The ability to search is also nice.

------
ludwigvan
This led me to the already mentioned APUE book, written by Stevens. I was
saddened by his loss at a yound age of 48.
[http://www.salon.com/technology/feature/2000/09/01/rich_stev...](http://www.salon.com/technology/feature/2000/09/01/rich_stevens)

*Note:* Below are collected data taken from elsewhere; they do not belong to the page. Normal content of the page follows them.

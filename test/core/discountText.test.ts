/**
 * A discount as the sentences name it (src/core/horizonText.ts discountText): 1 − γ to two
 * significant digits. The swept discounts of a project at γ = 0.999 (γ^(1/f), f = ½ … 2) were written
 * "0.998", "0.999", "0.999", "0.999", "0.999" at three significant digits — four alike — and at
 * γ = 0.9992 the longest horizon's (0.9996) as "1", which no discount is. Values worked by hand.
 */
import { describe, expect, it } from 'vitest';
import { discountText } from '../../src/core/horizonText';
import { plainNumber } from '../../src/figures/parts/uncertainNumber';

describe('discountText', () => {
  it('keeps the swept discounts of γ = 0.999 apart and below 1', () => {
    const swept = [0.5, 0.75, 1, 1.5, 2].map((f) => 0.999 ** (1 / f));
    expect(swept.map((g) => plainNumber(g, 3))).toEqual(['0.998', '0.999', '0.999', '0.999', '0.999']); // what the warning said before
    expect(plainNumber(0.9992 ** 0.5, 3)).toBe('1');
    expect(discountText(0.9992 ** 0.5)).toBe('0.9996');
    const texts = swept.map(discountText);
    expect(texts).toEqual(['0.998', '0.9987', '0.999', '0.99933', '0.9995']);
    for (const t of texts) expect(Number(t)).toBeLessThan(1);
  });

  it('writes the usual discounts as they are typed, and the heating loop’s swept ones at three decimals', () => {
    expect([0.9, 0.95, 0.97, 0.99, 0.5].map(discountText)).toEqual(['0.9', '0.95', '0.97', '0.99', '0.5']);
    expect([0.95 ** 2, 0.95 ** (1 / 0.75), 0.95 ** (1 / 1.5), 0.95 ** 0.5].map(discountText)).toEqual(['0.902', '0.934', '0.966', '0.975']);
    expect(discountText(0.999996)).toBe('0.999996');
  });
});
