/**
 * The median of each action under a Gaussian policy at a state, limits included: the value a
 * cross-section of Q along one action holds the other actions at, so that every held value is one
 * the policy can take (the unlimited mean μ need not be: a valve's mean may sit below its closed end).
 *
 * Per action j with mean μ, std σ and the limits [L, U] in force at the state (actionLimitsAt):
 *   no limits:  μ (the median of a normal law);
 *   clip:       min(max(μ, L), U) — clipping is monotone, and the median of a monotone transform
 *               of a variable is the transform of its median (common practice);
 *   truncate:   the x in [L, U] with Φ((x − μ)/σ) − Φ(α) = ½·(Φ(β) − Φ(α)), α = (L − μ)/σ,
 *               β = (U − μ)/σ (the truncated normal's median; Johnson, Kotz & Balakrishnan,
 *               "Continuous Univariate Distributions", Vol. 1, 2nd ed., §10.1), found by bisection.
 *
 * Shapes: state ds; out m.
 */
import { normalIntervalProbability } from '../normalDistribution';
import { actionLimitsAt, actionStd, policyMean, type GaussianPolicy } from '../policy';

/** Bisection steps: halves [L, U] to below 2⁻⁶⁰ of its width, past double precision. */
const MEDIAN_BISECTION_STEPS = 60;

export function medianAction(policy: GaussianPolicy, state: ArrayLike<number>, out: Float64Array): void {
  const m = policy.actionDim, mean = new Float64Array(m), lo = new Float64Array(m), hi = new Float64Array(m);
  policyMean(policy, state, mean);
  const mode = actionLimitsAt(policy, state, 0, lo, hi);
  for (let j = 0; j < m; j++) {
    const mu = mean[j];
    if (mode === null) out[j] = mu;
    else if (mode === 'clip' || lo[j] === hi[j]) out[j] = Math.min(Math.max(mu, lo[j]), hi[j]);
    else out[j] = truncatedMedian(mu, actionStd(policy, j), lo[j], hi[j]);
  }
}

function truncatedMedian(mu: number, sigma: number, lo: number, hi: number): number {
  const alpha = (lo - mu) / sigma, beta = (hi - mu) / sigma, half = 0.5 * normalIntervalProbability(alpha, beta);
  if (!(half > 0)) return Math.min(Math.max(mu, lo), hi); // the band holds no mass in double precision: the nearest end
  // Bracket in z; an open side is replaced by the point where the normal's tail is negligible.
  let a = Math.max(alpha, -40), b = Math.min(beta, 40);
  for (let k = 0; k < MEDIAN_BISECTION_STEPS; k++) {
    const c = 0.5 * (a + b);
    if (normalIntervalProbability(alpha, c) < half) a = c;
    else b = c;
  }
  return mu + sigma * 0.5 * (a + b);
}
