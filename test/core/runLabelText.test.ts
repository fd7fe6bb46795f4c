/**
 * How a run label is written (src/core/runLabelText.ts): the cell's text in straight double quotes, and a
 * quote, backslash or control character inside escaped as a JSON string escapes it (RFC 8259 §7), so the
 * text shown is the text a project file holds.
 */
import { describe, expect, it } from 'vitest';
import { runLabelText, runNameText, runSpanText } from '../../src/core/runLabelText';

describe('run labels as written', () => {
  it('keeps a plain or numeric label as its cell reads, in straight double quotes', () => {
    expect(runLabelText('007')).toBe('"007"');
    expect(runLabelText('1.0')).toBe('"1.0"');
    expect(runLabelText('Charge 7 – Ü')).toBe('"Charge 7 – Ü"');
  });

  it('escapes a quote or a backslash inside, as RFC 8259 §7 does (review39: "a"b" was ambiguous)', () => {
    expect(runLabelText('a"b')).toBe('"a\\"b"');
    expect(runLabelText('C:\\runs')).toBe('"C:\\\\runs"');
    expect(JSON.parse(runLabelText('a"b'))).toBe('a"b');
  });

  it('names a run by label, or by line without a run column', () => {
    expect(runNameText({ label: '17', line: 5002 })).toBe('run "17"');
    expect(runNameText({ label: null, line: 5002 })).toBe('the run from line 5,002');
    expect(runSpanText({ label: '1', line: 2 }, { label: '17', line: 9 })).toBe('runs "1" to "17"');
    expect(runSpanText({ label: '1', line: 2 }, { label: null, line: 9 })).toBeNull();
  });
});
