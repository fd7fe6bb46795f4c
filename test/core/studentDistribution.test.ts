/**
 * Student's t against outside references: Abramowitz & Stegun, Table 26.10 (t_{0.95, 3} = 2.353,
 * t_{0.975, 10} = 2.228, t_{0.95, 30} = 1.697; from memory), scipy.stats.t.ppf and .cdf (SciPy 1.17, computed
 * 2026-12-05 for this test), and the closed forms for one and two degrees of freedom (the Cauchy quantile
 * tan(π(p − ½)), and t = (2p − 1)/√(2p(1 − p)) for ν = 2; common practice).
 */
import { describe, expect, it } from 'vitest';
import { logGamma, studentCdf, studentQuantile } from '../../src/core/studentDistribution';

describe('Student t quantile and distribution function', () => {
  it('matches Abramowitz & Stegun Table 26.10 to its three decimals', () => {
    expect(studentQuantile(0.95, 3)).toBeCloseTo(2.353, 3);
    expect(studentQuantile(0.975, 10)).toBeCloseTo(2.228, 3);
    expect(studentQuantile(0.95, 30)).toBeCloseTo(1.697, 3);
  });

  it('matches scipy.stats.t.ppf to 1e-9', () => {
    const cases: [number, number, number][] = [
      [0.95, 1, 6.313751514675037], [0.95, 2, 2.9199855803537242], [0.95, 3, 2.3533634348018233], [0.975, 3, 3.1824463052837078],
      [0.95, 10, 1.8124611228116756], [0.99, 4, 3.746947387979196], [0.95, 30, 1.697260886593957],
    ];
    for (const [p, nu, t] of cases) expect(Math.abs(studentQuantile(p, nu) - t)).toBeLessThan(1e-9 * t);
    expect(studentCdf(1.5, 3)).toBeCloseTo(0.8847080673775886, 10);
    expect(studentCdf(-0.7, 7)).toBeCloseTo(0.2532587760978, 10);
  });

  it('agrees with the closed forms for one and two degrees of freedom, and is odd about p = ½', () => {
    for (const p of [0.6, 0.9, 0.95, 0.995]) {
      expect(studentQuantile(p, 1)).toBeCloseTo(Math.tan(Math.PI * (p - 0.5)), 8);
      expect(studentQuantile(p, 2)).toBeCloseTo((2 * p - 1) / Math.sqrt(2 * p * (1 - p)), 9);
      expect(studentQuantile(1 - p, 5)).toBeCloseTo(-studentQuantile(p, 5), 12);
    }
    expect(studentQuantile(0.5, 4)).toBe(0);
  });

  it('ln Γ at integers and at ½ (Γ(n) = (n − 1)!, Γ(½) = √π)', () => {
    expect(logGamma(5)).toBeCloseTo(Math.log(24), 9);
    expect(logGamma(0.5)).toBeCloseTo(0.5 * Math.log(Math.PI), 9);
  });

  it('refuses a probability outside (0, 1) and degrees of freedom ≤ 0', () => {
    expect(() => studentQuantile(1, 3)).toThrow(/strictly between 0 and 1/);
    expect(() => studentQuantile(0.9, 0)).toThrow(/positive/);
  });
});
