/** Times and durations as written for a reader; the calendar values are checked against the JavaScript Date of the same instant (ECMA-262 time values, UTC). */
import { describe, expect, it } from 'vitest';
import { clockText, dateEntryText, dateText, durationText, isCalendarClock } from '../../src/core/clockText';

describe('readable times', () => {
  it('durations in the two largest units that matter', () => {
    expect(durationText(60)).toBe('1 min');
    expect(durationText(59.5)).toBe('59.5 s');
    expect(durationText(12_000)).toBe('3 h 20 min');
    expect(durationText(7199)).toBe('1 h 59 min'); // truncated, never "1 h 60 min"
    expect(durationText(2 * 86400 + 4 * 3600 + 5)).toBe('2 d 4 h');
    expect(durationText(0.25)).toBe('0.25 s');
  });

  it('calendar times without milliseconds, seconds only when not zero', () => {
    const t = Date.UTC(2024, 2, 1, 6, 0, 10) / 1000;
    expect(dateText(t)).toBe('1 Mar 2024 06:00:10');
    expect(dateText(t - 10.4)).toBe('1 Mar 2024 06:00');
    expect(dateEntryText(t)).toBe('2024-03-01 06:00:10');
    expect(isCalendarClock(t)).toBe(true);
    expect(isCalendarClock(3600)).toBe(false);
    expect(clockText(3600, false)).toBe('1 h');
  });
});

That article led me to this:

[http://www.salon.com/technology/feature/1999/11/30/lions/ind...](http://www.salon.com/technology/feature/1999/11/30/lions/index.html)
which is another fantastic read.

You can read about Lions' efforts here: Lions' Commentary on UNIX 6th Edition,
with Source Code
[http://en.wikipedia.org/wiki/Lions_Commentary_on_UNIX_6th_Ed...](http://en.wikipedia.org/wiki/Lions_Commentary_on_UNIX_6th_Edition,_with_Source_Code)

<http://tinyurl.com/2k9rwr> (If the link above doesn't work)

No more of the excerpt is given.